During some time interval Δt, a fat wire of radius a, carries a constant current I, uniformly distributed over its cross-sectional area.  A narrow gap in the wire, of width w << a, forms a parallel-plate capacitor.
(a)  Find the electric field E in the gap at a distance s < a from the axis and the time t.  (Assume the charge is zero at t = 0). 
(b)  Find the magnetic field B in the gap at a distance s < a from the axis.

Problem 2:

An infinite straight wire carries the current I(t) = 0 for t < , I(t) = I₀ for t > 0, that is, a constant current I₀ is turned on abruptly at t = 0.  Find the scalar and vector potentials in the Lorentz gauge.

Problem 3:

Submit this problem on Canvas as Assignment 4.  If you used an AI as a Socratic tutor, submit a copy of your session leading to your solution and reflect on your session.  If you did not need any help or worked with another student, explain your reasoning, do not just write down formulas. 

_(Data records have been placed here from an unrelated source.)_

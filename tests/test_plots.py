import numpy as np

from enumerator.render.plots import lorentzian_trace, stick_spectrum
from enumerator.vibrations.solver import Band

BANDS = (Band(2045.0, 0.4, "A1"), Band(1980.0, 1.0, "E"))


def test_svg_deterministic():
    a = stick_spectrum(BANDS, measured=[2040.0, 1975.0])
    b = stick_spectrum(BANDS, measured=[2040.0, 1975.0])
    assert a == b and a.startswith(b"<?xml")


def test_png():
    assert stick_spectrum(BANDS, fmt="png")[:8] == b"\x89PNG\r\n\x1a\n"  # PNG signature (PNG specification)


def test_lorentzian_peak_height():
    # a Lorentzian reaches its full height at its centre and half at +-FWHM/2 (definition of FWHM)
    x = np.array([1980.0, 1985.0])
    y = lorentzian_trace([Band(1980.0, 1.0, "E")], x, 10.0)
    assert abs(y[0] - 1.0) < 1e-12 and abs(y[1] - 0.5) < 1e-12
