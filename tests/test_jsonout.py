"""The fast JSON writers give the reference writer's text byte for byte.

:func:`dumps_reference` is the standard library's indenting encoder followed
by the flattening of number lists, the writer every stored output was made
with.  :func:`enumerator.render.jsonout.dumps` writes through orjson where
that gives the same text and otherwise through :func:`dumps_onepass` (one
pass, the standard library's C encoder for containers of scalars, repeated
ones remembered).  The property: any JSON-able document gives the same text
from all three (``json`` module semantics, Python documentation; the cases
below are common practice for encoders: types that compare equal but print
differently, signed zeros, non-finite floats, non-string keys, brackets
inside strings).  Where orjson's text differs from the standard library's
(numbers below 1e-4, NaN and infinities, enums and UUIDs, big integers;
orjson's README, "Serialize", checked here on orjson 3.13) the document must
go the one-pass way; every document of a corpus of commands must go the
orjson way and give the reference's bytes.
"""

from __future__ import annotations

import enum
import math
import uuid

import pytest
from hypothesis import given, settings
from hypothesis import strategies as st

from enumerator.render import jsonout
from enumerator.render.jsonout import dumps, dumps_onepass, dumps_reference

SCALARS = (
    st.none()
    | st.booleans()
    | st.integers(min_value=-(10**20), max_value=10**20)
    | st.floats(allow_nan=True, allow_infinity=True)
    | st.sampled_from([0.0, -0.0, 1.0, 1, True, 1e-05, 1e16, -2.5])
    | st.text(max_size=8)
    | st.sampled_from(["[1,  2]", "[ -0.5 ,1e+3 ]", "x [1]", "é", "\n[2,\n3]"])
)
KEYS = st.text(max_size=5) | st.sampled_from(["[1,  2]", "a"]) | st.integers(-3, 3) | st.booleans() | st.none()
DOCS = st.recursive(
    SCALARS,
    lambda inner: st.lists(inner, max_size=5) | st.tuples(inner, inner) | st.dictionaries(KEYS, inner, max_size=5),
    max_leaves=40,
)


@settings(max_examples=400, deadline=None, derandomize=True)  # the same draws every run (reproducible CI)
@given(DOCS)
def test_any_document_is_written_as_the_reference_writes_it(doc):
    ref = dumps_reference(doc)
    assert dumps(doc) == ref
    assert dumps_onepass(doc) == ref


@pytest.mark.parametrize(
    "doc",
    [
        # equal keys, different text: the memo must keep them apart
        [{"x": 1}, {"x": 1.0}, {"x": True}, {"x": 0.0}, {"x": -0.0}],
        [{"p": [0.0, 1.0]}, {"p": [-0.0, 1.0]}, {"p": [0, 1]}, {"p": [0.0, 1]}],
        [[1, 2], [1.0, 2.0], [True, 2], ["a", 1], ["a", 1.0]],
        {"p": [math.nan, 1.0], "q": [math.inf], "r": {"s": -math.inf}},
        {"a": [], "b": {}, "c": [[]], "d": [{}], "e": ()},
        {2: "int key", 1.5: "float key", None: "none key", True: "bool key"},
        {"sites": [{"position": [0.0, -0.525731, 0.850651], "ligand": "a", "unit": 1}] * 3},
    ],
)
def test_edge_documents(doc):
    assert dumps(doc) == dumps_reference(doc)
    assert dumps_onepass(doc) == dumps_reference(doc)


def test_an_unknown_type_is_refused_as_json_refuses_it():
    with pytest.raises(TypeError):
        dumps({"x": {1, 2}})
    with pytest.raises(TypeError):
        dumps_reference({"x": {1, 2}})


class _Colour(enum.Enum):
    RED = 1


class _Text(str):
    pass


class _Number(enum.IntEnum):
    ONE = 1


def _nested(depth):
    doc: list = []
    inner = doc
    for _ in range(depth):
        inner.append([])
        inner = inner[0]
    return doc


# Each document orjson would write otherwise than the standard library (orjson 3.13, checked by hand:
# 1e-05 as 0.00001, 1e-07 as 1e-7, NaN and infinities as null, an Enum member as its value, a UUID as
# its text, 2**64 refused, a non-string key refused, nesting past 255 refused): the orjson route must decline it.
DECLINED = [
    {"x": 1e-05},
    {"x": [2.5e-05, 1.0]},
    {"x": -1e-07},
    {"x": 5e-324},
    {"x": math.nan},
    {"x": [1.0, -math.inf]},
    {"x": math.inf, "y": [math.inf, math.inf]},
    {"x": 2**64},
    {"x": -(2**63) - 1},
    {1: "int key"},
    {"x": _Text("a str subclass")},
    {"x": _Number.ONE},
    {_Text("key"): 1},
    _nested(300),  # orjson refuses nesting deeper than 255
]


@pytest.mark.parametrize("doc", DECLINED)
def test_documents_orjson_writes_otherwise_go_the_one_pass_way(doc):
    pytest.importorskip("orjson")
    assert jsonout._orjson_text(doc) is None
    assert dumps(doc) == dumps_reference(doc)


@pytest.mark.parametrize("doc", [{"x": _Colour.RED}, {"x": uuid.UUID(int=1)}, {"x": {1, 2}}, {"x": b"1"}])
def test_types_the_reference_refuses_are_refused(doc):
    # orjson writes enums and UUIDs; the reference (the standard library) refuses them, and so must dumps
    pytest.importorskip("orjson")
    assert jsonout._orjson_text(doc) is None
    with pytest.raises(TypeError):
        dumps_reference(doc)
    with pytest.raises(TypeError):
        dumps(doc)


@pytest.mark.parametrize(
    "doc",
    [
        # numbers at the edges of float.__repr__'s fixed and exponent forms (Python documentation,
        # "Floating Point Arithmetic"): the same text from orjson
        {"x": [1e-04, 0.0001234, 1e15, 1e16, 1.2345678901234568e17, 1.7976931348623157e308, -0.0, 0.0]},
        {"x": "text with e-5 and 0.00001 inside a string is not a number"},
        {"s": 'é \u2028 \x7f \x00 \x1f " \\ \U0001f600', "t": "[1,  2] [ -0.5 ,1e+3 ]"},
        {"big": [2**63 - 1, -(2**63), 2**64 - 1]},
        # Unicode spaces and digits inside strings: the reference's str pattern takes them as \s and \d
        # (Python documentation, "re": Unicode matching is the default for str patterns)
        {"s": ["[1,\u00a02]", "[\u0663,\u20031]", "[1,\u2028 2]"], "p": [0.5, 1.0]},
    ],
)
def test_orjson_route_matches_the_reference_at_the_edges(doc):
    pytest.importorskip("orjson")
    text = jsonout._orjson_text(doc)
    ref = dumps_reference(doc)
    assert text in (None, ref)  # None only where a string looks like a small number
    if "text with" not in str(doc):
        assert text == ref


#: Commands whose JSON documents make the corpus (every command with --json, common practice: the
#: documents the test suite and the README produce).
CORPUS = [
    ["isomers", "Ma3b3c3d3", "-g", "IC-12", "--json"],
    ["isomers", "Ma2b2c2", "--json"],
    ["isomers", "M(AA)2b2", "--json"],
    ["isomers", "[Fe(CN)5(NO)]2-", "--json"],
    ["isomers", "[RuCl2(CO)2(PPh3)2]", "--json"],
    ["isomers", "Mabcdefgh", "-g", "CU-8", "--json"],
    ["isomers", "[Mo(CO)3(PPh3)3]", "--json"],
    ["bands", "[Cr(CO)6]", "--json"],
    ["bands", "[Mo(CO)3(PPh3)3]", "--json"],
    ["match", "[Mo(CO)3(PPh3)3]", "--bands", "1950,1860,1840", "--json"],
    ["match", "Ma3b3", "--reporter", "a=CO", "--bands", "2050,1975,1947", "--json"],
    ["route", "[PtCl4]2-", "--target", "cis-[PtCl2(NH3)2]", "--json"],
    ["network", "[Cr(CO)6]", "--target", "[Cr(CO)3(PPh3)3]", "--json"],
    ["count", "M(AA)b4", "--span", "AA=trans", "--json"],
    ["chartable", "Ih", "--json"],
    ["ligands", "--json"],
    ["geometries", "--json"],
    ["job", "examples/ruthenium/ru_dicarbonyl.toml", "--format", "json"],
    ["batch", "examples/iron/screen.txt", "--format", "json"],
]


@pytest.mark.parametrize("args", CORPUS, ids=lambda a: " ".join(a[:3]))
def test_every_command_document_goes_the_orjson_way_with_the_reference_bytes(args, monkeypatch):
    pytest.importorskip("orjson")
    from pathlib import Path

    from _cli import cli

    monkeypatch.chdir(Path(__file__).resolve().parent.parent)
    seen = []
    orjson_text = jsonout._orjson_text

    def spy(doc):
        text = orjson_text(doc)
        seen.append((doc, text))
        return text

    monkeypatch.setattr(jsonout, "_orjson_text", spy)
    code, out, err = cli(args)
    assert code == 0, err
    assert seen
    for doc, text in seen:
        assert text is not None  # the fast route was taken
        assert text == dumps_reference(doc)
    assert out.endswith(seen[-1][1])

The vector potential A(r,t) of an oscillating dipole p at the origin is A(r,t) = -ik p exp(i(kr - ωt))/(4πε₀rc).
Note:  complex notation, the real part matters.
(a)  Let p = p k.  Use this vector potential to calculate the magnetic field.
(b)  Use Maxwell's equations to calculate the accompanying electric field.
(c)  Find the fields in the radiation zone.

Problem 4

(a)  From Maxwell's equations, derive the conservation of energy equation,
(∂u/∂t) + ∇∙S = -E∙j,
where u is the energy density and S is the Poynting vector.  Rewrite this equation in integral form and explain why it is a statement of energy conservation.
(b)  A long, cylindrical conductor of radius a and conductivity σ carries a constant current I.  Find S at the surface of the cylinder and interpret your result in terms of conservation of energy.